The former Clinton aide added, “It’s Vietnam, pot, sex — and God knows, Clinton represented all of that.”
Some argue that what really bothered the right was the fact that Bill Clinton was such a skillful politician. He had co-opted them on issues they regarded as their own — among them, crime, trade and welfare reform.
“I think the Republicans figured early on they couldn’t take him down politically. He was too adept,” so they found other ways, the Clinton aide said.
Whether that was the calculation or not, his opponents were constantly attacking. They went far beyond raising questions of government impropriety. Right-wing talk radio and the new medium of the Internet, which brought in fresh players, including the Drudge Report, spread fantastic theories tying the Clintons to everything from drug-running to murder.
“By 1996, it was in full force. Although we had the White House, Hillary was always very critical of the lack of effectiveness in our response,” the former presidential aide said.
At one point, the Clinton team assembled a 332-page internal report which alleged a “communication stream of conspiracy commerce.”
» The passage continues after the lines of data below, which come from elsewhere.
#!/usr/bin/env bash
# Where a tick's instructions go: a one-off profile of the firmware's ticks
# on QEMU, by function.
#
#   bash kernel/firmware/profile.sh        # markdown table per tick kind on stdout
#
# QEMU runs the release firmware without -icount (the instruction stream is
# the same; only the firmware's own reported counts change) and logs every
# translated block (`in_asm`: its instructions) and every execution of a
# block (`exec,nochain`). awk follows the stream: a tick is the time between
# entering a `tick::step_once` instance and the next block executed in the
# function that called it; inside, every executed block adds its
# instructions to the block's address. The addresses are then attributed to
# the symbols of the ELF (llvm-nm). A tick kind is a `step_once` instance,
# listed in the order the firmware runs them (exact, reference, observer);
# functions under 0.05 instructions per tick are left out. The sum per tick
# matches the meter's mean to within the call and the counter reads (~4).
# Takes a few minutes: the log is ~80 M lines, streamed, never stored.
#
# With INLINED=1 it also splits the instructions executed in each
# `step_once` itself — the code LLVM inlined into it, such as the whole
# `Sensor::tick` — by inlined function: every executed instruction's
# address goes through `llvm-symbolizer --inlining`, and its count goes to
# the first INLINED_DEPTH (default 2) frames of its inline chain from the
# outermost `holdup_kernel` frame on (slower: every instruction is counted,
# not every block).
#
# Needs qemu-system-arm and llvm-nm (rustup component llvm-tools), and for
# INLINED=1 llvm-symbolizer (e.g. Debian's llvm package). Honours
# CARGO_TARGET_DIR.
set -euo pipefail
cd "$(dirname "$0")"

target_dir="${CARGO_TARGET_DIR:-target}"
elf="$target_dir/thumbv7em-none-eabihf/release/holdup-firmware"
cargo build --release --quiet
sysroot="$(rustc --print sysroot)"
nm_tool="$(ls "$sysroot"/lib/rustlib/*/bin/llvm-nm 2>/dev/null | head -n1 || true)"
[ -n "$nm_tool" ] || { echo "profile.sh: need llvm-nm (rustup component add llvm-tools)" >&2; exit 1; }

work="$(mktemp -d)"
trap 'rm -rf "$work"' EXIT
# Functions: start (8 hex digits, Thumb bit cleared), size (hex), name.
"$nm_tool" -C -S -n --defined-only "$elf" \
  | awk '$3 ~ /^[tTwW]$/ { name = $4; for (i = 5; i <= NF; i++) name = name " " $i;
                           sub(/::h[0-9a-f]+$/, "", name); print $1, $2, name }' > "$work/syms"

# 1. Stream: per step_once instance, executed instructions by block address.
# (The firmware's verdict is not this script's business: a failing run is
# profiled all the same.)
{ timeout "${PROFILE_TIMEOUT:-1800}" qemu-system-arm -M mps2-an386 -cpu cortex-m4 -nographic \
    -monitor none -serial none -semihosting-config enable=on,target=native \
    -d in_asm,exec,nochain -D /dev/stdout -kernel "$elf" 2>/dev/null || true; } | awk -v symfile="$work/syms" \
    -v inlined="${INLINED:-0}" -v inlfile="$work/inlined" '
  function hex(s,    i, n, c) {
    n = 0; s = tolower(s)
    for (i = 1; i <= length(s); i++) { c = index("0123456789abcdef", substr(s, i, 1)) - 1; n = n * 16 + c }
    return n
  }
  function sym_of(pc,    i) { # index of the symbol holding pc (numeric), 0 if none
    for (i = 1; i <= nsym; i++) if (pc >= start[i] && pc < start[i] + size[i]) return i
    return 0
  }
  BEGIN {
    while ((getline line < symfile) > 0) {
      split(line, f, " "); nsym++
      start[nsym] = hex(f[1]) - hex(f[1]) % 2; size[nsym] = hex(f[2])
      name[nsym] = substr(line, length(f[1]) + length(f[2]) + 3)
      if (name[nsym] ~ /::tick::step_once$/) entry[sprintf("%08x", start[nsym])] = nsym
    }
  }
  /^IN:/ { inblk = 1; first = ""; n = 0; lst = ""; next }
  inblk && /^0x[0-9a-f]+:/ { a = substr($1, 3, 8); if (first == "") first = a; n++; if (inlined) lst = lst " " a; next }
  inblk && /^$/ { if (first != "") { len[first] = n; if (inlined) ins[first] = lst }; inblk = 0; next }
  /^Trace / {
    inblk = 0
    split($4, b, "/"); pc = b[2]
    if (pc in entry) {
      inst = pc
      if (!(inst in order)) { order[inst] = ++ninst; clo[inst] = ""; }
      if (clo[inst] == "") { # the caller: the function of the block before the entry
        ks = sym_of(hex(prev)); clo[inst] = sprintf("%08x", start[ks]); chi[inst] = sprintf("%08x", start[ks] + size[ks])
      }
      calls[inst]++; cur = inst
    } else if (cur != "" && pc >= clo[cur] && pc < chi[cur]) {
      cur = ""
    }
    if (cur != "") {
      exec[cur SUBSEP pc]++
      if (inlined) { nk = split(ins[pc], L, " "); for (i = 1; i <= nk; i++) icnt[cur SUBSEP L[i]]++ }
    }
    prev = pc
    next
  }
  END {
    for (key in exec) {
      split(key, k, SUBSEP)
      printf "%s %d %s %d %d\n", k[1], order[k[1]], k[2], exec[key], len[k[2]] > "/dev/stdout"
    }
    for (inst in calls) printf "calls %s %d %d\n", inst, order[inst], calls[inst] > "/dev/stdout"
    if (inlined) for (key in icnt) { split(key, k, SUBSEP); printf "%d %s %d\n", order[k[1]], k[2], icnt[key] > inlfile }
  }' > "$work/counts"

# 2. Attribute to symbols: instructions per tick and calls per tick.
awk -v symfile="$work/syms" '
  function hex(s,    i, n, c) {
    n = 0; s = tolower(s)
    for (i = 1; i <= length(s); i++) { c = index("0123456789abcdef", substr(s, i, 1)) - 1; n = n * 16 + c }
    return n
  }
  BEGIN {
    while ((getline line < symfile) > 0) {
      split(line, f, " "); nsym++
      start[nsym] = hex(f[1]) - hex(f[1]) % 2; size[nsym] = hex(f[2])
      name[nsym] = substr(line, length(f[1]) + length(f[2]) + 3)
    }
  }
  $1 == "calls" { ticks[$3] = $4; next }
  {
    ord = $2; pc = hex($3); execs = $4; ins = $5
    for (i = 1; i <= nsym; i++) if (pc >= start[i] && pc < start[i] + size[i]) break
    s = (i <= nsym) ? name[i] : "?"
    total[ord] += execs * ins; by[ord SUBSEP s] += execs * ins
    if (i <= nsym && pc == start[i]) entered[ord SUBSEP s] += execs
  }
  END {
    for (ord = 1; ord in ticks; ord++) {
      printf "\n### step_once instance %d: %d ticks, %.1f instructions per tick\n\n", ord, ticks[ord], total[ord] / ticks[ord]
      print "| function | instructions per tick | share | calls per tick |"
      print "|---|---|---|---|"
      cmd = "sort -t\"|\" -k3 -g -r"
      for (key in by) {
        split(key, k, SUBSEP)
        if (k[1] != ord || by[key] < 0.05 * ticks[ord]) continue
        printf "| `%s` | %.1f | %.1f %% | %.2f |\n", k[2], by[key] / ticks[ord], 100 * by[key] / total[ord], entered[key] / ticks[ord] | cmd
      }
      close(cmd)
    }
  }' "$work/counts"

# 3. INLINED=1: each step_once instance's own body by inlined function.
if [ "${INLINED:-0}" = 1 ]; then
  command -v llvm-symbolizer > /dev/null || { echo "profile.sh: INLINED=1 needs llvm-symbolizer" >&2; exit 1; }
  awk '$1 == "calls" { print $3, $4 }' "$work/counts" > "$work/ticks"
  # Only addresses inside a step_once: its callees have their rows above.
  awk 'function hex(s,    i, v, c) { v = 0; s = tolower(s); for (i = 1; i <= length(s); i++) { c = index("0123456789abcdef", substr(s, i, 1)) - 1; v = v * 16 + c }; return v }
    NR == FNR { if ($3 ~ /::tick::step_once$/) { n++; lo[n] = hex($1) - hex($1) % 2; hi[n] = lo[n] + hex($2) }; next }
    { a = hex($2); for (i = 1; i <= n; i++) if (a >= lo[i] && a < hi[i]) { print; break } }' \
    "$work/syms" "$work/inlined" > "$work/own"
  awk '{ print "0x" $2 }' "$work/own" | llvm-symbolizer --inlining --functions=linkage --demangle -e "$elf" > "$work/frames"
  awk -v depth="${INLINED_DEPTH:-2}" -v ownfile="$work/own" -v tickfile="$work/ticks" '
    function clean(f,    i, j) {
      sub(/::h[0-9a-f]+$/, "", f)
      while ((i = index(f, "$LT$")) > 0 && (j = index(substr(f, i), "$GT$")) > 0) f = substr(f, 1, i - 1) substr(f, i + j + 3)
      return f
    }
    function flush(    i, k, key, top) {
      if (nf == 0) return
      rec++; top = 0
      for (i = nf; i >= 1; i--) if (fr[i] ~ /^holdup_kernel::/) { top = i; break }
      key = "(firmware)"
      if (top > 0) { key = fr[top]; for (k = 1; k < depth && top - k >= 1; k++) key = key " > " fr[top - k] }
      by[inst[rec] SUBSEP key] += cnt[rec]; tot[inst[rec]] += cnt[rec]
      nf = 0; pos = 0
    }
    BEGIN {
      while ((getline line < tickfile) > 0) { split(line, t, " "); ticks[t[1]] = t[2] }
      while ((getline line < ownfile) > 0) { split(line, ow, " "); m++; inst[m] = ow[1]; cnt[m] = ow[3] }
    }
    /^$/ { flush(); next }
    { pos++; if (pos % 2 == 1) fr[++nf] = clean($0) }
    END {
      flush()
      for (o = 1; o in ticks; o++) {
        if (!(o in tot)) continue
        printf "\n### step_once instance %d, its own body by inlined function: %.1f instructions per tick\n\n", o, tot[o] / ticks[o]
        print "| inlined function (outermost kernel frames) | instructions per tick |"
        print "|---|---|"
        cmd = "sort -t\"|\" -k3 -g -r"
        for (key in by) {
          split(key, k, SUBSEP)
          if (k[1] != o || by[key] < 0.5 * ticks[o]) continue
          printf "| `%s` | %.1f |\n", k[2], by[key] / ticks[o] | cmd
        }
        close(cmd)
      }
    }' "$work/frames"
fi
They came up with a byzantine theory of how it all worked: Unverified stories would originate at right-wing organizations, find their way onto the Internet, be picked up by conservative publications or London tabloids, make their way back into the U.S. media, then trigger congressional inquiries — at which point, they would become legitimate fodder for mainstream news organizations.
Opponents dismissed this view as paranoia. C. Boyden Gray, who had been George H.W. Bush’s White House counsel, called it “kind of goofy,” but he conceded that every president feels embattled at some point.
“I think that happens to many White Houses,” Gray told The Post. “But I don’t think any of us would have put that much pen to paper.”
Brock, whose article about the Arkansas state troopers had sparked the Paula Jones lawsuit, disavowed the anti-Clinton forces in a 1997 Esquire article headlined “Confessions of a Right-Wing Hit Man.” He followed that up in 2002 with a book, “Blinded by the Right.”
“What interested Democrats about the book was not the personal confessions part of it, but the part that described the largely institutional efforts by the right,” he said.
Early the next year, Brock got a thank-you call from Bill Clinton, whom he had never met. The former president asked Brock what he planned to do next, and Brock described an idea for a liberal organization to push back against news coverage, much as Accuracy in Media had been doing from the right since 1969.
Clinton suggested that Brock create a business plan, which Brock did and sent to him. Bill Clinton shared it with Hillary, who by then was a New York senator.
She invited Brock to present it at meetings with her major donors in the fall of 2003, both in Washington and at her home in Chappaqua, N.Y.
Their checkbooks opened.
His group, Media Matters for America, launched in 2004. Brock now runs four other organizations that he says were “built to counter the right-wing machine.”
They are Correct the Record, which describes itself as “a strategic research and rapid response team designed to defend Hillary Clinton from baseless attacks;” American Bridge 21st Century, which focuses on opposition research; the Franklin Forum, which provides media training; and Citizens for Responsibility and Ethics in Washington, a watchdog group he took over in 2014. He also sits on the board of the pro-Clinton super PAC Priorities USA Action.
Brock added, “I feel like the playing field has gotten much more level from the time I started doing this until now.”
He also noted that new, explicitly liberal media players have emerged — among them, the Huffington Post and Talking Points Memo.
All of which suggests that, should there be another Clinton presidency, the battles of the last one will continue and escalate. What Bill Clinton once described as the “politics of personal destruction” are now a permanent fixture of the U.S. political system, likely to endure long after anyone can remember what started it all.
Lois Romano contributed to this report.